Дуня тоже заторопилась в дом Толкуши. Сплетни она позже разберёт, а сейчас у неё были
дела поважнее.Во дворе Толкуши царил хаос, но Евдокию он не касался. Они с Даринкой собрались в дорогу и легли спать, чтобы утром двинуться в путь.
Из-за тяжело груженных саней до Москвы добрались за два полных дня. Еремей Профыч получил от внучки весточку и заранее нашёл двор для португальцев, а князь повелел Кузьмичу организовать там охрану.
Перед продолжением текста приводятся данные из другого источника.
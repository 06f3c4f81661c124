/**
 * Transmission sweep speed at 10,000 sites: a 100×100 GaAs rectangle (a = 5 nm) with
 * a 10-site lead on the left and right; energies per second on one thread, for a
 * uniform sweep (no refinement) reusing one LU analysis. Prints figures only.
 *
 *   npx tsx scripts/bench-transmission.ts
 */
import { buildCavitySystem, EffectiveHamiltonian } from '../shared/engine/effective-hamiltonian';
import { transmissionSweep } from '../shared/engine/transmission';
import { largestDifference } from '../shared/engine/mouth-interpolation';
import { loadavg } from 'node:os';
import type { CavityModelInput } from '../shared/model/cavity-model';

export function rectangleModel(side: number): CavityModelInput {
  return {
    name: `bench rectangle ${side}×${side}`,
    spacing: 5,
    material: 'gaas',
    grid: { nx: side, ny: side },
    shape: { kind: 'rectangle', x0: 0, y0: 0, width: 5 * side, height: 5 * side },
    leads: [
      { side: 'left', start: Math.round(side * 0.2), width: 10 },
      { side: 'right', start: Math.round(side * 0.65), width: 10 },
    ],
  };
}

export async function benchTransmission(points = 200): Promise<Record<string, number>> {
  const op = new EffectiveHamiltonian(buildCavitySystem(rectangleModel(100)));
  const t = op.hopping;
  const started = performance.now();
  const sweep = transmissionSweep(op, { emin: 0.05 * t, emax: 0.45 * t, points });
  const seconds = (performance.now() - started) / 1000;
  const figures = {
    sites: op.n,
    energies: sweep.points.length,
    seconds,
    energiesPerSecond: sweep.points.length / seconds,
    projected1000EnergySweepSeconds: (1000 * seconds) / sweep.points.length,
    worstCurrentResidual: sweep.worstCurrentResidual,
  };
  return figures;
}

/**
 * A 1,000-energy sweep at 10,000 sites, by one LU per energy and by the interpolated
 * mouth resolvent (mouth-interpolation.ts): time, factorisations, and the largest
 * |ΔT| between the two over every energy.
 */
export async function benchSweep1000(points = 1000): Promise<Record<string, number | string>> {
  const op = new EffectiveHamiltonian(buildCavitySystem(rectangleModel(100)));
  const t = op.hopping;
  const request = { emin: 0.05 * t, emax: 0.45 * t, points };
  const load = loadavg()[0];
  let started = performance.now();
  const direct = transmissionSweep(op, request);
  const directSeconds = (performance.now() - started) / 1000;
  started = performance.now();
  const interpolated = transmissionSweep(op, { ...request, interpolate: true });
  const interpolatedSeconds = (performance.now() - started) / 1000;
  let worst = 0;
  direct.points.forEach((p, k) => (worst = Math.max(worst, largestDifference(p, interpolated.points[k]))));
  return {
    sites: op.n,
    energies: points,
    'direct: seconds': directSeconds,
    'direct: factorisations': direct.directSolves,
    'interpolated: seconds': interpolatedSeconds,
    'interpolated: factorisations': interpolated.directSolves,
    'interpolated: blocks solved directly': `${interpolated.interpolation?.fallbackBlocks} of ${interpolated.interpolation?.blocks}`,
    'max |ΔT| over all energies': worst,
    'load average (1 min) at start': load,
  };
}

if (import.meta.url === `file://${process.argv[1]}`) {
  const f = await benchTransmission();
  for (const [k, v] of Object.entries(f)) console.log(`${k.padEnd(34)} ${Number.isInteger(v) ? v : v.toPrecision(4)}`);
}
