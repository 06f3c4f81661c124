import type { Db } from '../db/client.js';
import { writeAudit } from '../audit/audit-log.js';
import { ApiError } from '../http/error-handler.js';
import type { Mailer } from '../mail/mailer.js';
import { passwordResetMail } from '../mail/password-reset-mail.js';
import { hashOpaqueToken, newOpaqueToken } from './opaque-token.js';
import { dummyPasswordHash, hashPassword, verifyPassword } from './password.js';
import { insertResetToken, lockResetToken, useAllResetTokens } from './reset-token-repository.js';
import { findUserByEmail, findUserById, updatePasswordHash, type UserRow } from './user-repository.js';

/** Reset links are valid for one hour. */
export const resetLinkLifetimeMs = 60 * 60 * 1000;

export interface AuthServiceDeps {
  db: Db;
  mailer: Mailer;
  publicUrl: string;
  passwordCost: number;
  log: (msg: string, err: unknown) => void;
}

export class AuthService {
  constructor(private readonly deps: AuthServiceDeps) {}

  /** The same answer for an unknown e-mail and a wrong password, after the same bcrypt work. */
  async signIn(email: string, password: string): Promise<UserRow> {
    const user = await findUserByEmail(this.deps.db, email);
    const ok = await verifyPassword(password, user?.passwordHash ?? (await dummyPasswordHash(this.deps.passwordCost)));
    if (!user || !ok) throw new ApiError(401, 'invalid_credentials', 'E-mail or password is wrong.');
    await writeAudit(this.deps.db, { groupId: null, actorId: user.id, action: 'auth.signed_in', subject: user.email });
    return user;
  }

  /**
   * Creates a one-hour link and mails it without waiting for the mail, so the answer
   * (always 202) takes the same time whether or not the e-mail has an account.
   */
  async requestPasswordReset(email: string): Promise<void> {
    const { db, mailer, publicUrl, log } = this.deps;
    const user = await findUserByEmail(db, email);
    if (!user) return;
    const token = newOpaqueToken();
    await db.transaction(async (tx) => {
      await insertResetToken(tx, user.id, hashOpaqueToken(token), new Date(Date.now() + resetLinkLifetimeMs));
      await writeAudit(tx, { groupId: null, actorId: null, action: 'auth.password_reset_requested', subject: user.email });
    });
    const link = `${publicUrl}/reset-password?token=${encodeURIComponent(token)}`;
    mailer
      .send(passwordResetMail({ to: user.email, name: user.name, link }))
      .catch((err: unknown) => log(`[poleward] password-reset mail to ${user.email} failed:`, err));
  }

  /** Works once: the row is locked, checked and marked used in one transaction. */
  async confirmPasswordReset(token: string, password: string): Promise<void> {
    const hash = await hashPassword(password, this.deps.passwordCost);
    await this.deps.db.transaction(async (tx) => {
      const row = await lockResetToken(tx, hashOpaqueToken(token));
      if (!row || row.usedAt || row.expiresAt.getTime() <= Date.now()) {
        throw new ApiError(400, 'token_invalid', 'This password-reset link is unknown, already used or expired; ask for a new one.');
      }
      const user = await findUserById(tx, row.userId);
      if (!user) throw new ApiError(400, 'token_invalid', 'This password-reset link belongs to an account that no longer exists.');
      await updatePasswordHash(tx, user.id, hash);
      await useAllResetTokens(tx, user.id);
      await writeAudit(tx, { groupId: null, actorId: user.id, action: 'auth.password_reset', subject: user.email });
    });
  }
}
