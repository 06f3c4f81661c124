import { z } from 'zod';

/** An e-mail as typed in a form: surrounding spaces and case do not matter (stored lower-case). */
export const emailField = z.string().trim().toLowerCase().pipe(z.email('must be an e-mail address').max(320));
Евдокия уже на следующий день повела негоциантов к Кошкину-Ноге, потом покатала их по Москве и оставила переваривать увиденное. Португальцам город казался сказочным и удивительным. Господин Оливьера постоянно восклицал:
— Не может быть! Я поражён!
На негоциантов произвела впечатление укрытая мягким снежком Москва, сверкающие маковкицерквей, люди в мехах, а раскинувшиеся в несколько рядов мастерские Кошкина и выставочный зал с товарами, мягко пружинящий транспорт покорили их сердца.
Дуня же предупредила Петря Яковлевича о слухах и заинтересованности темных людишек в его делах, засвидетельствовала передачу оговоренного товара за золото, назначила Мотю своим заместителем и помчалась обратно в Дмитров. Её тревожило княжье поручение насчет Еленки. Если Оболенская возьмется за Юрия Васильевича со свойственной ей напористостью, то неизвестно к чему это приведёт, но ещё больше Евдокии хотелось разобраться с удивительными скачками княжьего настроения. Как ученица лекарки она понимала, что происходит что-то неестественное природе.
Глава 17.
— Дед ворчит, что ты непоседа, — покачиваясь в обложенных подушками санях и зевая, сплетничал Ванюшка. — Он говорит, что ты в отца и не можешь усидеть на месте.
— Ничего подобного, — подавив ответный зевок, вяло возмутилась Евдокия. — Будь моя воля, построила бы себе мастерскую, сидела бы там и мастерила что-нибудь красивое.
— Картинки рисовать стала бы? — фыркнул брат, подпихивая под бок уснувшего Олежки скрученную шкуру, чтобы приятель не заваливался на него. — Кому они нужны?
Дуня обиженно посмотрела на брата и, прихватив его за грудки, притянула к себе:
— Ты кто? — грозно спросила она. — Куда дел моего сообразительного брата?
Их лбы стукнулись, но Дуняшка продолжала держать мальчишку.
— Отпусти, шальная! — начал вырываться Ванюшка. — Это я!
— Точно ты? — дунув ему в нос и заставляя отфыркиваться, засмеялась Евдокия.
— Ну, а кто ещё согласится греть тебя собою? — заворчал брат. — Я себе уже бок отлежал, а ты развернуться не даёшь!
Дуня хмыкнула, поглядывая на развалившегося в санях Олежку, которого брат заботливо укрыл, и сурово спросила:
— Тогда почему изрекаешь глупости?
— Ничего не глупости! — боярич отнял у неё подушку из-под спины и подпихнул под себя, блаженно потягиваясь. — На торгу картинки продают и стоят они полкопейки.
Дуня со вздохом подтянула к себе другую подушку и подложив под спину, съежилась: подушка оказалась ледяной. Сани в этот момент подскочили на колдобине, и боярышня завалилась на брата, успев заметив, как Ванюшка придержал всхрапнувшего Олежку.